The other thing that I think in this industry is pretty important is, you know, that again, it’s a business of, you know, people, and we’re very much focused on how do they manage their team going forward? In other words, are they building the people behind them? This industry is led by, you know, some very senior people, and I think it’s, you know, one of the topics of the day, who have, you know, put a lot of money into the business themselves—and they’re great investors.

But what we find is that there are two kinds of investors. You know, there’s one who’s basically going to build the business for himself, and when he makes a ton of money, he’s going to take his ball and he’s going to go home.

What we like to see is an investor, that same investor, who’s going to kind of leave behind a legacy. So it’s not just going to be about himself; it’s going to be about building something that’s going to last beyond him. That takes a lot of work. It takes the ability to mentor people. I mean this, you know, for all intents and purposes is an apprenticeship business. So you have to apprentice the people beneath you, and you have to lead them and show them how to do this business. And so great investors and great firms are really built around mentoring and apprenticing those people beneath them. And that’s what we’re focused on, is finding, you know, good firms that are going to build that for the future.

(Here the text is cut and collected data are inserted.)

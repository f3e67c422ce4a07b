#include "compare/fock/weights.hpp"

namespace heraldgauge::compare::fock {

using model::Rational;
using model::Real;

std::vector<Real> model_weights(const model::Source& source, long cut) {
  const Real& x = source.pair_parameter;
  if (source.kind == model::SourceKind::ideal_pair) {
    std::vector<Real> weights{Real(1) - x};
    if (cut > 0) weights.push_back(x / Real(2));
    return weights;
  }
  std::vector<Real> weights{(Real(1) - x) * (Real(1) - x)};
  for (long n = 1; n <= cut; ++n) weights.push_back(weights.back() * x);
  return weights;
}

Real mean_pairs(const model::Source& source) {
  const Real& x = source.pair_parameter;
  return source.kind == model::SourceKind::ideal_pair ? x : Real(2) * x / (Real(1) - x);
}

std::vector<Real> poisson_weights(const model::Source& source, long cut) {
  const Real mean = mean_pairs(source);
  std::vector<Real> weights;
  Real probability = Real::exponential(Real(0) - mean);
  for (long n = 0; n <= cut; ++n) {
    if (n > 0) probability = probability * mean / Real(Rational(n));
    weights.push_back(probability / Real(Rational(n + 1)));
  }
  return weights;
}

Real kept_probability(const std::vector<Real>& weights) {
  Real sum = 0;
  for (std::size_t n = 0; n < weights.size(); ++n) sum = sum + Real(Rational(static_cast<long>(n) + 1)) * weights[n];
  return sum;
}

std::vector<Real> renormalised(const std::vector<Real>& weights) {
  const Real kept = kept_probability(weights);
  std::vector<Real> result;
  for (const Real& weight : weights) result.push_back(weight / kept);
  return result;
}

}  // namespace heraldgauge::compare::fock
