#pragma once
// A measured end by explicit Fock matrices: analyser, loss, two detectors with any photon-number response.
//
// H = x p - y c, V = y p + x c in creation operators of the plus and cross modes, (x, y) along (cos th, sin th). The
// loss is the same for both, so it is put behind the analyser, in front of each detector.

#include <vector>

#include "compare/fock/arithmetic.hpp"
#include "compare/fock/matrix.hpp"
#include "compare/fock/response.hpp"

namespace heraldgauge::compare::fock {

// The direction of an analyser, not normalised: exact in every arithmetic at multiples of 45 degrees.
template <class Number>
struct Direction {
  Number x, y;
  Number inverse_norm;  // 1/(x^2 + y^2)
};
template <class Number>
Direction<Number> direction(const Arithmetic<Number>& number, const Rational& degrees);

// An arm: t and 1-t, each rounded from the exact number.
template <class Number>
struct Loss {
  Loss(const Arithmetic<Number>& number, const model::Real& transmittance)
      : kept(number(transmittance)), lost(number(model::Real(1) - transmittance)) {}
  Number kept, lost;
};

// f~(n) = sum_k C(n,k) t^k (1-t)^(n-k) f(k).
template <class Number>
std::vector<Number> behind_loss(const Arithmetic<Number>& number, const Loss<Number>& loss,
                                const std::vector<Number>& response);

// Element (a, b) of sector D: a + D ket, a bra photons in H, b ket, b + D bra photons in V, a + b + D <= cut; without
// the roots of factorials. Responses behind the loss, for up to `cut` photons.
template <class Number>
Sectors<Number> end_part(const Arithmetic<Number>& number, const Direction<Number>& direction,
                         const std::vector<Number>& plus, const std::vector<Number>& cross, long cut, long sectors);

}  // namespace heraldgauge::compare::fock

You mentioned an investor’s consistency across cycles as a key metric. How do you assess that?

Kramer:   One of the other things that we see, it’s very important not just to, you know, buy right—to buy a portfolio position effectively. That’s critical, of course, because that, I think, determines whether you’re going to make great returns. But you also have to add value. You have to have some kind of operational expertise. And so we talk to GPs all the time, and one of the things that they relay to us is, “Hey, you know, we add value in the businesses.” I mean, we’re going to measure the actual value enhancement. So our expectation is either that the partners themselves have operating experience, or they’re going to work with, very closely, CEOs or, you know, over multiple portfolio companies where they’re going to have a team internally that’s going to work closely with them to enhance the value of the positions. And that’s how you generate consistent performance across macro cycles—and that’s, you know, how you can replicate great performance for the long term.